I have indicated the indices and the radii of curvature. The power (reciprocal of the focal length) of the first lens by itself is

$P_1 = (n_1-1) \left(\frac{1}{a}+\frac{1}{b}\right),\label{eq:2.10.2}$

and the power of the second lens is

$P_2 = -(n_2-1)\left( \frac{1}{b}+\frac{1}{c}\right). \label{eq:2.10.3}$

I shall write these for short, in obvious notation, as

$P_1 = k_1(n_1-1), \qquad P_2 = -k_2(n_2-1). \label{eq:2.10.4a,b}$

But we need equations like these for each of the three wavelengths, thus:

$P_1^{(C)} = k_1(n_1^{(C)}-1), \qquad P_2^{(C)} = -k_2(n_2^{(C)}-1), \label{eq:2.10.5a,b}$

$P_1^{(D)} = k_1(n_1^{(D)}-1), \qquad P_2^{(D)} = -k_2(n_2^{(D)}-1),\label{eq:2.10.6a,b}$

$P_1^{(F)} = k_1(n_1^{(F)}-1), \qquad P_2^{(F)} = -k_2(n_2^{(F)}-1). \label{eq:2.10.7a,b}$

Now we want to satisfy two conditions. One is that the total power be specified:

$P_1^{(D)} +P_2^{(D)} = P^{(D)} . \label{eq:2.10.8}$

The other is that the total power in the red is to equal the total power in the blue, and I now make use of equations $$\ref{eq:2.10.5a,b}$$ and $$\ref{eq:2.10.7a,b}$$:

$k_1(n^{(C)}_1- 1) - k_2(n^{(C)}_2-1)= k_1(n^{(F)}_1- 1) - k_2(n^{(F)}_2-1).\label{eq:2.10.9}$

On rearrangement, this becomes

$k_1(n^{(F)}_1- n^{(C)}_1) = k_2(n^{(F)}_2-n^{(C)}_2). \label{eq:2.10.10}$

Now, making use of equations $$\ref{eq:2.10.1}$$ and $$\ref{eq:2.10.6a,b}$$, we obtain the condition that the powers will be the same in red and blue:

$\omega_1P_1 + \omega_2 P_2 = 0. \label{eq:2.10.11}$

For example, suppose that we want the focal length in yellow to be 16 cm ( $$P^{(D)}= 0.0625$$ cm-1) and that the dispersive powers are 0.016 and 0.028. Equations $$\ref{eq:2.10.8}$$ and $$\ref{eq:2.10.11}$$ then tell us that we must have $$P_1^{(D)}= 0.14583$$ cm-1 \) and $$P_2^{(D)}= -0.083$$ cm-1. ($$f_1 =6.86$$ cm and $$f_2 = -12.0$$ cm).

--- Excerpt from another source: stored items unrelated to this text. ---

describe("the campaign's mode table", () => {
  async function bandFit(low: number, high: number, maxOrder = 30) {
    const res = await lead.post(`/api/campaigns/${barId}/modes/fits`).send({ bandHz: { low, high }, maxOrder });
    expect(res.status === 202 || res.status === 200).toBe(true);
    const done = await waitForFit(lead, barId, res.body.fit.id);
    expect(done.status).toBe('done');
    return done as { id: string; result: { diagram: { orders: { order: number; poles: { fHz: number; stable: string }[] }[] } } };
  }
  /** Computes shapes for the server's suggestion of a fit; returns the computed table. */
  async function computeSuggested(fitId: string) {
    const suggestion = (await lead.get(`/api/campaigns/${barId}/modes/fits/${fitId}/suggestion`)).body.modes as { representative: { order: number; index: number } }[];
    const res = await lead.post(`/api/campaigns/${barId}/modes/fits/${fitId}/modes`).send({ poles: suggestion.map((m) => m.representative) });
    expect(res.status).toBe(200);
    return res.body.modes as { table: { mode: number; fHz: number }[]; warnings: { code: string; message: string }[]; massNote: string };
  }

  let low: Awaited<ReturnType<typeof bandFit>>;
  let high: Awaited<ReturnType<typeof bandFit>>;
  let version = 0;

  it('is built from two band fits: every handbook mode once, each row with its fit, band, order and input hash', async () => {
    low = await bandFit(20, 220);
    high = await bandFit(220, 600);
    const a = await computeSuggested(low.id);
    const b = await computeSuggested(high.id);
    const addA = await lead.post(`/api/campaigns/${barId}/modes/table`).send({ fitId: low.id, modes: a.table.map((m) => m.mode), baseVersion: 0 });
    expect(addA.status).toBe(201);
    version = addA.body.version;
    const addB = await lead.post(`/api/campaigns/${barId}/modes/table`).send({ fitId: high.id, modes: b.table.map((m) => m.mode), baseVersion: version });
    expect(addB.status).toBe(201);
    version = addB.body.version;
    const table = (await viewer.get(`/api/campaigns/${barId}/modes`)).body;
    expect(table.version).toBe(version);
    const rows = table.modes as { mode: number; fHz: number; zetaPercent: number; estimated: { zetaPercent: number }; source: { fitId: string; bandHz: number[]; order: number; references: string[]; inputHash: string }; duplicate: unknown }[];
    // Euler–Bernoulli free–free bar, docs/methods.md#free-free-beam: each of the four modes exactly once, within 0.5 %.
    for (const f0 of HANDBOOK_HZ) expect(rows.filter((r) => Math.abs(r.fHz / f0 - 1) < 0.005), `${f0} Hz`).toHaveLength(1);
    expect(rows.map((r) => r.mode)).toEqual(rows.map((_, i) => i + 1));
    for (const r of rows) {
      expect([low.id, high.id]).toContain(r.source.fitId);
      expect(r.source.bandHz).toEqual(r.source.fitId === low.id ? [20, 220] : [220, 600]);
      expect(r.source.references).toEqual(['B21:+Z']);
      expect(r.source.inputHash).toMatch(/^[0-9a-f]{64}$/);
      expect(r.source.order).toBeGreaterThan(0);
      expect(r.duplicate).toBeNull();
      expect(r.estimated.zetaPercent).toBeGreaterThan(r.zetaPercent);
      expect((r as unknown as { massShape: unknown }).massShape).not.toBeNull();
    }
    expect(table.mac).toHaveLength(rows.length);
    expect(table.axisConvention).toMatch(/positive axis/);
    const audit = JSON.stringify((await lead.get(`/api/campaigns/${barId}/audit`)).body);
    expect(audit).toContain('mode-table-row');
  });

  it('synthesizes the driving-point FRF over the whole band from the rows of both fits', async () => {
    const res = await viewer.get(`/api/campaigns/${barId}/modes/synthesis?response=B21:%2BZ&reference=B21:%2BZ`);
    expect(res.status).toBe(200);
    expect(res.body.bandHz).toEqual([20, 600]);
    expect(res.body.f[0]).toBeGreaterThanOrEqual(20);
    expect(res.body.f.at(-1)).toBeLessThanOrEqual(600);
    expect(res.body.modesUsed.length).toBeGreaterThanOrEqual(4);
    // Near each mode the synthesis (no residual terms) matches the measured magnitude within 3 dB
    // (a pole–residue model reproduces the resonance peak; common practice).
    const { f, measured: m, synthesized: s } = res.body as { f: number[]; measured: { re: number[]; im: number[] }; synthesized: { re: number[]; im: number[] } };
    for (const f0 of HANDBOOK_HZ) {
      const k = f.reduce((best, x, i) => (Math.abs(x - f0) < Math.abs(f[best]! - f0) ? i : best), 0);
      const db = 20 * Math.log10(Math.hypot(s.re[k]!, s.im[k]!) / Math.hypot(m.re[k]!, m.im[k]!));
      expect(Math.abs(db), `${f0} Hz`).toBeLessThan(3);
    }
  });

  it('points out the same mode found again in the wide fit (within 1 % and MAC ≥ 0.9) and says which row holds it', async () => {
    // The describe above chose the four handbook modes in the wide 20–600 Hz fit.
    const fits = (await viewer.get(`/api/campaigns/${barId}/modes/fits`)).body.fits as { id: string; bandHz: number[]; modeCount: number }[];
    const wide = fits.find((x) => x.bandHz[0] === 20 && x.bandHz[1] === 600 && x.modeCount === 4)!;
    const res = await lead.post(`/api/campaigns/${barId}/modes/table`).send({ fitId: wide.id, modes: [2], baseVersion: version });
    expect(res.status).toBe(201);
    version = res.body.version;
    const rows = res.body.modes as { id: string; mode: number; fHz: number; duplicate: { of: number; note: string } | null }[];
    const added = rows.find((r) => r.id === res.body.added[0])!;
    expect(added.duplicate).not.toBeNull();
    const twin = rows.find((r) => r.mode === added.duplicate!.of)!;
    expect(Math.abs(twin.fHz / added.fHz - 1)).toBeLessThan(0.01);
    expect(added.duplicate!.note).toMatch(/MAC 0\.9\d\d|MAC 1\.000/);
    // Synthesis leaves the duplicate out.
    const syn = (await viewer.get(`/api/campaigns/${barId}/modes/synthesis?response=B21:%2BZ&reference=B21:%2BZ`)).body;
    expect(syn.modesUsed).not.toContain(added.mode);
  });

  it('refuses a duplicate add, a stale version, an unknown fit, a fit of another campaign and a mode the fit does not have — with clear 4xx', async () => {
    const again = await lead.post(`/api/campaigns/${barId}/modes/table`).send({ fitId: low.id, modes: [1], baseVersion: version });
    expect(again.status).toBe(409);
    expect(again.body.error.message).toMatch(/already in the mode table/);
    const stale = await lead.post(`/api/campaigns/${barId}/modes/table`).send({ fitId: low.id, modes: [1], baseVersion: version - 1 });
    expect(stale.status).toBe(409);
    expect(stale.body.error.code).toBe('stale-version');
    const unknown = await lead.post(`/api/campaigns/${barId}/modes/table`).send({ fitId: '00000000-0000-4000-8000-000000000000', modes: [1], baseVersion: version });
    expect(unknown.status).toBe(404);
    const notUuid = await lead.post(`/api/campaigns/${barId}/modes/table`).send({ fitId: 'nope', modes: [1], baseVersion: version });
    expect(notUuid.status).toBe(404);
    const noMode = await lead.post(`/api/campaigns/${barId}/modes/table`).send({ fitId: low.id, modes: [99], baseVersion: version });
    expect(noMode.status).toBe(400);
    expect(noMode.body.error.message).toMatch(/no computed mode 99/);
    const empty = await lead.post(`/api/campaigns/${barId}/modes/table`).send({ fitId: low.id, modes: [], baseVersion: version });
    expect(empty.status).toBe(400);
    const extra = await lead.post(`/api/campaigns/${barId}/modes/table`).send({ fitId: low.id, modes: [1], baseVersion: version, colour: 'red' });
    expect(extra.status).toBe(400);
    // A fit of another campaign: the lead's skid campaign holds none of this campaign's fits, so the bar's fit is 404 there.
    const skidId = (await lead.get('/api/campaigns')).body.campaigns.find((c: { name: string }) => c.name !== BAR_CAMPAIGN).id;
    const foreign = await lead.post(`/api/campaigns/${skidId}/modes/table`).send({ fitId: low.id, modes: [1], baseVersion: 0 });
    expect(foreign.status).toBe(404);
    const foreignSyn = await lead.get(`/api/campaigns/${skidId}/modes/synthesis?response=B21:%2BZ&reference=B21:%2BZ`);
    expect(foreignSyn.status).toBe(409);
    expect((await viewer.post(`/api/campaigns/${barId}/modes/table`).send({ fitId: low.id, modes: [1], baseVersion: version })).status).toBe(403);
    const unknownPair = await viewer.get(`/api/campaigns/${barId}/modes/synthesis?response=B99:%2BZ&reference=B21:%2BZ`);
    expect(unknownPair.status).toBe(404);
  });

  it('removes a row with the table version, clears the duplicate flag it caused, and audits the removal', async () => {
    const table = (await viewer.get(`/api/campaigns/${barId}/modes`)).body;
    const dup = (table.modes as { id: string; duplicate: unknown }[]).find((r) => r.duplicate)!;
    const stale = await lead.delete(`/api/campaigns/${barId}/modes/table/${dup.id}?baseVersion=${table.version - 1}`);
    expect(stale.status).toBe(409);
    const missing = await lead.delete(`/api/campaigns/${barId}/modes/table/00000000-0000-4000-8000-000000000000?baseVersion=${table.version}`);
    expect(missing.status).toBe(404);
    const noVersion = await lead.delete(`/api/campaigns/${barId}/modes/table/${dup.id}`);
    expect(noVersion.status).toBe(400);
    const gone = await lead.delete(`/api/campaigns/${barId}/modes/table/${dup.id}?baseVersion=${table.version}`);
    expect(gone.status).toBe(200);
    expect((gone.body.modes as { duplicate: unknown }[]).every((r) => r.duplicate === null)).toBe(true);
    expect(gone.body.modes).toHaveLength(table.modes.length - 1);
    const audit = (await lead.get(`/api/campaigns/${barId}/audit`)).body;
    expect(JSON.stringify(audit)).toMatch(/"action":"remove"/);
  });
});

If we want to make the first lens equibiconvex, so that $$a = b$$, and if $$n_1 = 1.5$$, Equation $$\ref{eq:2.10.2}$$ tells us that $$a$$ = 6.86 cm. If $$n_2 = 1.6$$, Equation $$\ref{eq:2.10.3}$$ then tells us that $$c = −144$$ cm. That $$c$$ is negative tells us that our assumption that the flint lens was concave to the right was wrong; it is convex to the right.

Exercise $$\PageIndex{1}$$

Suppose that, instead of making the crown lens equibiconvex, you elect to make the last surface flat – i.e. $$c$$ = ∞. What, then, must $$a$$ and $$b$$ be?

Answers. $$a$$ = 6.55 cm, $$b$$ = 7.20 cm.